→ **PROBLEM TO SOLVE**: Please keep to the lines below from the one with "radius !== null" through the one with "the nodules cannot", and restate them word for word, ends included.

[Saved entries]
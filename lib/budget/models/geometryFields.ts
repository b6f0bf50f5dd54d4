import type { Structure } from '../../channel/lines/structures'
import type { Nodules } from '../../channel/materials/roughness'
import { isQuantity, parseQuantity } from '../../channel/units'
import { FREQUENCY, LENGTH, NUMBER, type Reader } from '../quantities'
import { type FromStackup, fromStackup } from '../stackup/fromStackup'
import type { Trace } from './geometryPiece'
import type { ModelInput } from './model'
import type { Values } from './piece'

/** Fields that a stack-up may stand in for. */
type Stacked = 'thickness' | 'heightBelow' | 'heightAbove' | 'roughnessTop' | 'roughnessBottom'

type Read = { readonly trace: Trace; readonly values: Values }

/** Reads the fields of a trace, or writes down what is missing: all of it, not the first one only. */
export function readTrace(input: ModelInput): Read | null {
  const { fields, line } = input
  const { structure } = line
  if (structure === null) {
    return fields.say(
      'field-missing',
      'structure',
      `${fields.name}: the cross-section is not given.`,
      'Choose microstrip or stripline, single or as an edge-coupled pair.',
    )
  }
  const stack = stackOf(input, structure)
  const values: Record<string, number | null> = {}
  values.length = fields.need('length', LENGTH)
  values.width = fields.need('width', LENGTH)
  if (structure.startsWith('coupled')) values.gap = fields.need('gap', LENGTH)
  for (const field of fieldsOf(structure, line.roughness)) values[field] = stackedValue(input, stack, field)
  for (const [field, reader] of [
    ['etch', LENGTH],
    ['scale', NUMBER],
  ] as const) {
    const value = fields.may(field, reader)
    if (value !== null) values[field] = value === 'unreadable' ? null : value
  }
  const laminate = laminateOf(input, stack)
  const roughness = roughnessOf(input)
  values.dk = laminate?.dk ?? null
  values.df = laminate?.df ?? null
  if (laminate === null || roughness === null || !complete(values)) return null
  return { trace: { structure, anchor: laminate.anchor, roughness, surroundings: input.surroundings }, values }
}

function complete(values: Readonly<Record<string, number | null>>): values is Values {
  return Object.values(values).every((value) => value !== null)
}

function stackOf({ line, budget }: ModelInput, structure: Structure): FromStackup | string | null {
  if (line.layer === null || line.layer.trim() === '') return null
  return fromStackup(budget, line.assembly, line.layer, structure.endsWith('microstrip'))
}

function fieldsOf(structure: Structure, roughness: string | null): readonly Stacked[] {
  const heights: Stacked[] = structure.endsWith('microstrip') ? ['heightBelow'] : ['heightBelow', 'heightAbove']
  const foil: Stacked[] =
    roughness === 'hammerstad' || roughness === 'cannonball' ? ['roughnessTop', 'roughnessBottom'] : []
  return ['thickness', ...heights, ...foil]
}

/** The line's own value first, then what its layer says. */
function stackedValue({ fields, line }: ModelInput, stack: FromStackup | string | null, field: Stacked): number | null {
  if (line[field] !== null || stack === null) return fields.need(field, LENGTH)
  const found = typeof stack === 'string' ? stack : stack[field]
  return typeof found === 'number' ? found : notInStack(fields, field, found)
}

function notInStack(fields: ModelInput['fields'], field: Stacked | 'dk', why: string): null {
  return fields.say(
    'field-missing',
    field,
    `${fields.name}: a value is not given, and ${why}.`,
    'Type it here, or complete the stack-up.',
  )
}

/** Dk, Df and their frequency belong together: all three are the line's own, or all three the stack-up's. */
function laminateOf({ fields, line }: ModelInput, stack: FromStackup | string | null) {
  const own = line.dk !== null || line.df !== null || line.anchor !== null
  if (own || stack === null) {
    const dk = fields.need('dk', NUMBER)
    const df = fields.need('df', NUMBER)
    const anchor = fields.need('anchor', FREQUENCY)
    return dk === null || df === null || anchor === null ? null : { dk, df, anchor }
  }
  const found = typeof stack === 'string' ? stack : stack.laminate
  if (typeof found === 'string') return notInStack(fields, 'dk', found)
  if (typeof stack !== 'string' && stack.withoutMethod.length > 0) {
    fields.say(
      'laminate-unproven',
      'layer',
      `${fields.name}: layer ${stack.withoutMethod.join(', ')} does not say the method that its Dk and Df were found by.`,
      'Type what the data sheet says.',
    )
  }
  return found
}

function roughnessOf({ fields, line }: ModelInput): Trace['roughness'] | null {
  if (line.roughness === null) {
    return fields.say(
      'field-missing',
      'roughness',
      `${fields.name}: the model of the foil's roughness is not given.`,
      "Choose 'cannonball' and type the foil's Rz, or 'smooth' where no roughness is meant.",
    )
  }
  if (line.roughness !== 'huray') return line.roughness
  const base = fields.need('areaRatio', NUMBER)
  const nodules = nodulesOf(fields, line.nodules)
  return base === null || nodules === null ? null : { base, nodules }
}

const EXAMPLE = "such as '0.5 µm 3.24; 0.2 µm 0.8': radius, then the area of all spheres of it over the flat area"

function nodulesOf(fields: ModelInput['fields'], text: string | null): readonly Nodules[] | null {
  const pieces = (text ?? '').split(/[;\n\r]+/).filter((piece) => piece.trim() !== '')
  if (pieces.length === 0) {
    return fields.say('field-missing', 'nodules', `${fields.name}: the nodules are not given.`, `Type them ${EXAMPLE}.`)
  }
  const nodules = pieces.map((piece) => {
    const [, size = '', ratio = ''] = /^(.*\S)\s+(\S+)$/.exec(piece.trim()) ?? []
    return [read(size, LENGTH), read(ratio, NUMBER)] as const
  })
  const readable = nodules.flatMap(([radius, areaRatio]) =>
    radius !== null && radius > 0 && areaRatio !== null && areaRatio >= 0 ? [{ radius, areaRatio }] : [],
  )
  if (readable.length === pieces.length) return readable
  return fields.say(
    'unreadable-value',
    'nodules',
    `${fields.name}: the nodules cannot be read.`,
    `Type them ${EXAMPLE}.`,
  )
}

function read(text: string, { dimensions }: Reader): number | null {
  const quantity = parseQuantity(text, dimensions)
  return isQuantity(quantity) ? quantity.value : null
}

→ **EXERCISE SOLUTION**:
    radius !== null && radius > 0 && areaRatio !== null && areaRatio >= 0 ? [{ radius, areaRatio }] : [],
  )
  if (readable.length === pieces.length) return readable
  return fields.say(
    'unreadable-value',
    'nodules',
    `${fields.name}: the nodules cannot be read.`,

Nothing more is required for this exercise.